IN these days of political rallies without campaigns and posters bereft of messages, a new form of danger is creeping upon us. Slowly, like malignant cells, it is growing surreptitiously and many Nigerians do not seem to bother. I speak of a brand of terrorism, which a Facebook friend last week dubbed ‘media terrorism’.
A dictionary defines terrorism as “the unofficial or unauthorised use of violence and intimidation in the pursuit of political aims” and so we can juxtapose what media terrorism is. It is always a painful experience asking myself regularly, how did we become so intolerant as a group of people? At what point did we lose our ability that multiple views engender growth in any society, not least in one as diverse as ours? Partisanship remains an evil in Nigeria driving so much bile in the media without most citizens recognizing the evil we are bringing on ourselves.
On Sunday, January 25, news broke that Bishop David Oyedepo of the Living Faith Church, otherwise known as Winners Chapel, hosted President Goodluck Jonathan at his church headquarters in Ota, Ogun State. Oyedepo, according to a report of the encounter later traced to a blogger and so-called activist, said, “We will open the gate of hell on those who opposed you,” thereby forcing the Twitter and Facebook communities on overdrive.
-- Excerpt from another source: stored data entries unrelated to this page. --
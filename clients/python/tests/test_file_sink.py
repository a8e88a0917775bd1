"""The rotating JSON Lines sink: names in writing order, rotation by size and
by age, complete lines only, and the files read back by the real `concord
ingest`, `concord label` and `concord follow`."""

import glob
import json
import os
import signal
import sqlite3
import subprocess
import tempfile
import time
import unittest

import concord_client
from concord_client.file_sink import FileSink
from support import HANG_GUARD, concord_bin, concord_env, invented_events, run_concord


def read_lines(paths):
    out = []
    for p in paths:
        with open(p, "rb") as f:
            data = f.read()
        assert data == b"" or data.endswith(b"\n"), "%s ends inside a line" % p
        out.extend(json.loads(l) for l in data.splitlines())
    return out


class Clock:
    def __init__(self, t):
        self.t = t

    def __call__(self):
        return self.t


class Rotation(unittest.TestCase):
    def setUp(self):
        self.dir = tempfile.mkdtemp(prefix="concord-py-")
        self.addCleanup(lambda: subprocess.run(["rm", "-rf", self.dir]))

    def test_size_rotation_keeps_order_and_whole_lines(self):
        sink = FileSink(self.dir, "pred", max_bytes=1000, max_seconds=1e9)
        lines = [(json.dumps({"id": "e%03d" % i, "pad": "x" * (i % 50)}) + "\n").encode()
                 for i in range(200)]
        for i in range(0, 200, 3):
            sink.send("m", "event", lines[i:i + 3])
        sink.close()
        rotated = sink.rotated_paths("event")
        self.assertGreater(len(rotated), 5)
        for p in rotated:
            self.assertLessEqual(os.path.getsize(p), 1000)
        # the shell's sorted glob gives the writing order, the active file last
        every = sorted(glob.glob(os.path.join(self.dir, "pred.*jsonl")))
        self.assertEqual(every, rotated + [sink.active_path("event")])
        self.assertEqual([l["id"] for l in read_lines(every)], ["e%03d" % i for i in range(200)])

    def test_age_rotation_and_numbering_across_runs(self):
        clock = Clock(1764547200.0)
        sink = FileSink(self.dir, "pred", max_seconds=60, clock=clock)
        sink.send("m", "event", [b'{"id":"a"}\n'])
        clock.t += 59
        sink.send("m", "event", [b'{"id":"b"}\n'])
        self.assertEqual(sink.rotated_paths("event"), [])
        clock.t += 1
        sink.send("m", "event", [b'{"id":"c"}\n'])
        sink.send("m", "label", [b'{"id":"a","label":1}\n'])
        sink.close()
        (first,) = sink.rotated_paths("event")
        self.assertEqual(os.path.basename(first), "pred.00000001.20251201T000100Z.jsonl")
        # a new sink on the same folder goes on numbering after the files there,
        # and a left active file's age counts from its last write
        os.utime(sink.active_path("label"), (clock.t, clock.t))
        sink2 = FileSink(self.dir, "pred", max_seconds=60, clock=clock)
        clock.t += 3600
        sink2.send("m", "label", [b'{"id":"b","label":2}\n'])
        sink2.close()
        self.assertEqual([os.path.basename(p) for p in sink2.rotated_paths("label")],
                         ["pred-labels.00000002.20251201T010100Z.jsonl"])
        self.assertEqual(read_lines(sink2.rotated_paths("label") + [sink2.active_path("label")]),
                         [{"id": "a", "label": 1}, {"id": "b", "label": 2}])

    def test_failed_write_leaves_no_partial_line(self):
        sink = FileSink(self.dir, "pred")
        sink.send("m", "event", [b'{"id":"a"}\n'])
        fd = sink._files["event"][0]
        real_write = os.write

        def half_write(f, data):           # a write cut short (a full disk)
            return real_write(f, data[:len(data) // 2])
        os.write = half_write
        try:
            with self.assertRaises(OSError):
                sink.send("m", "event", [b'{"id":"b"}\n', b'{"id":"c"}\n'])
        finally:
            os.write = real_write
        self.assertEqual(os.fstat(fd).st_size, len(b'{"id":"a"}\n'))
        sink.send("m", "event", [b'{"id":"d"}\n'])
        sink.close()
        self.assertEqual(read_lines([sink.active_path("event")]), [{"id": "a"}, {"id": "d"}])

    def test_prefix_checked(self):
        for bad in ("", "../x", "a/b", ".hidden"):
            with self.subTest(prefix=bad):
                self.assertRaises(ValueError, FileSink, self.dir, bad)


def db_count(db, sql="SELECT count(*) FROM events"):
    if not os.path.exists(db):
        return 0
    con = sqlite3.connect("file:%s?mode=ro" % db, uri=True, timeout=60)
    try:
        return con.execute(sql).fetchone()[0]
    except sqlite3.OperationalError:
        return 0
    finally:
        con.close()


def wait_until(what, predicate):
    deadline = time.monotonic() + HANG_GUARD
    while not predicate():
        if time.monotonic() > deadline:
            raise AssertionError("hang guard: %s not reached in %d s" % (what, HANG_GUARD))
        time.sleep(0.1)


class ReadBackByConcord(unittest.TestCase):
    """Files written by the file logger equal a direct file of the same events."""

    def setUp(self):
        concord_bin()
        self.dir = tempfile.mkdtemp(prefix="concord-py-")
        self.addCleanup(lambda: subprocess.run(["rm", "-rf", self.dir]))
        self.sent = invented_events(300)

    def reference_db(self):
        """The same events written as one file by hand, ingested, labels applied."""
        ref = os.path.join(self.dir, "ref.jsonl")
        labels = os.path.join(self.dir, "ref-labels.jsonl")
        with open(ref, "w") as f, open(labels, "w") as g:
            for eid, probs, ts, label in self.sent:
                f.write(json.dumps({"id": eid, "ts": ts, "probs": probs}) + "\n")
                if label is not None:
                    g.write(json.dumps({"id": eid, "label": label}) + "\n")
        db = os.path.join(self.dir, "ref.db")
        run_concord("ingest", "--db", db, "--model", "pack", "--quiet", ref)
        run_concord("label", "--db", db, "--model", "pack", "--quiet", labels)
        return db

    def report(self, db):
        out = run_concord("report", "--db", db, "--model", "pack", "--by", "all", "--format", "json")
        return json.loads(out.stdout)

    def log_all(self, log, between=None):
        for n, (eid, probs, ts, label) in enumerate(self.sent):
            log.log(eid, probs, ts=ts)
            if between and n % 100 == 99:
                between(n + 1)
        for eid, probs, ts, label in self.sent:
            if label is not None:
                log.label(eid, label)

    def test_ingest_of_rotated_files(self):
        log = concord_client.file_logger(self.dir, "pack", prefix="pred", max_bytes=4096,
                                         batch_size=7, flush_interval=0.01)
        self.log_all(log)
        self.assertTrue(log.close(HANG_GUARD))
        files = sorted(glob.glob(os.path.join(self.dir, "pred.*jsonl")))
        self.assertGreater(len(files), 10)
        db = os.path.join(self.dir, "py.db")
        # each line names the model, so no --model is needed
        run_concord("ingest", "--db", db, "--quiet", *files)
        run_concord("label", "--db", db, "--quiet",
                    *sorted(glob.glob(os.path.join(self.dir, "pred-labels.*jsonl"))))
        self.assertEqual(db_count(db), 300)
        self.assertEqual(self.report(db), self.report(self.reference_db()))

    def test_every_kind_of_field_is_accepted_by_ingest(self):
        """logits, class-name labels, segments, datetimes and RFC 3339 strings
        as the logger writes them: concord refuses none."""
        import datetime
        log = concord_client.file_logger(self.dir, "pack", prefix="kinds")
        utc = datetime.timezone.utc
        log.log("k1", logits=[[2.0, 0.5], [-1.0, 3.0]], ts=1764547200.25, segment="cam-é")
        log.log("k2", [[0.5, 0.5], [0.1, 0.9]], ts=datetime.datetime(2025, 12, 2, tzinfo=utc), label=1)
        log.log("k3", [[1, 0], [0, 1]], ts="2025-12-03T10:00:00+02:00", label="b")
        self.assertTrue(log.close(HANG_GUARD))
        db = os.path.join(self.dir, "k.db")
        proc = run_concord("ingest", "--db", db, "--classes", "a,b",
                           os.path.join(self.dir, "kinds.jsonl"))
        self.assertIn(b"3 events stored, 0 duplicates skipped, 0 rejected", proc.stderr)
        self.assertEqual(db_count(db), 3)
        self.assertEqual(db_count(db, "SELECT count(*) FROM events WHERE label = 1"), 2)

    def test_follow_across_rotations(self):
        db = os.path.join(self.dir, "follow.db")
        log = concord_client.file_logger(self.dir, "pack", prefix="pred", batch_size=10,
                                         flush_interval=0.01)
        sink = log.sink
        follow = subprocess.Popen(
            [concord_bin(), "follow", "--db", db, "--interval", "50", "--chunk", "40",
             "--labels", sink.active_path("label"), sink.active_path("event")],
            stdout=subprocess.PIPE, stderr=subprocess.PIPE, env=concord_env())
        try:
            def rotate(n):
                # every 100 events: wait until follow has them, then rotate
                self.assertTrue(log.flush(HANG_GUARD))
                wait_until("%d events in follow's database" % n, lambda: db_count(db) >= n)
                sink.rotate_now()
            self.log_all(log, between=rotate)
            self.assertTrue(log.flush(HANG_GUARD))
            labelled = sum(1 for e in self.sent if e[3] is not None)
            wait_until("300 events and %d labels" % labelled,
                       lambda: db_count(db) == 300 and
                       db_count(db, "SELECT count(*) FROM events WHERE label IS NOT NULL") == labelled)
        finally:
            follow.send_signal(signal.SIGTERM)
            out, err = follow.communicate(timeout=HANG_GUARD)
        self.assertEqual(follow.returncode, 0, err.decode(errors="replace"))
        log.close(HANG_GUARD)
        self.assertEqual(len(sink.rotated_paths("event")), 3)
        self.assertEqual(self.report(db), self.report(self.reference_db()))


if __name__ == "__main__":
    unittest.main()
Spreading like rapid bush fire after being picked by another blogger known for plagiarism, hell was let loose on Jonathan, Oyedepo, and Peoples Democratic Party.
Surprisingly or unsurprisingly as one has discovered, some professional journalists latched on this and pronto it became the news item of the day. They reported it on their Facebook walls with some actually forgetting basic news reporting rule we were taught as cub reporters – if in doubt, leave out or find out.
While one may excuse bloggers who have never identified themselves as journalists, it bothered me and still does that some folks who have practised journalism for decades would go to town with the blogger’s account as actual reportage of what transpired at the worship service. First, many confused the church location, reporting it as being situated in Lagos when Ota, though a contiguous community, is located in Ogun state. But that error paled into insignificance when the report turned out to be a hoax.
A journalist felt so ashamed after discovering that Oyedepo never said what was attributed to him that he pulled down his scathing comments and called for regulation of online media. One defended his action by saying that he merely asked if it was true that Oyedepo uttered such words. A friend and colleague whose hatred for organised religion is legendary called me on Monday morning asking if the reportage was true.
I directed him to a senior colleague’s Facebook wall; he was actually at the third service that day and tweeted the encounter as it happened. He was livid and subsequently provided a full transcript on his organisation news website adding that while he is not an Oyedepo aficionado, truth is a burden that all journalists must bear. Painfully I watched some journalists still refusing to accept that Oyedepo never said so, even after both audio and video links were supplied. This newspaper on Tuesday, January 27, provided a detailed account just to establish what happened. One of the most ridiculous defence of those who continued to perpetuate the falsehood was that ‘he has said something like that before’.
When you remember the words of William James, the father of American psychology, that “There’s nothing so absurd that if you repeat it often enough, people will believe it,” you will know we have a huge problem with media terrorists. Increasingly, we are getting intolerant of contrary views and it becomes more worrisome when journalists who ought to be purveyor of diverse opinions are now cheerleaders of those who are uncomfortable with dissent. Maybe we all need to read Noam Chomsky’s Manufacturing Consent again so that we can see the inherent danger in this. Joyfully, my informal survey revealed that while both APC and PDP can boast of fanatical supporters, they are not in large proportion that they can overwhelm others who are more tolerant. But we should not leave the battle to the rational minds in the two parties as Nigeria belongs to all of us. Plurality of views is a major kernel of democracy and ours cannot be different.
To the media terrorists, have you ever wondered what kind of country you will wake up to after the March presidential election if your candidate lost?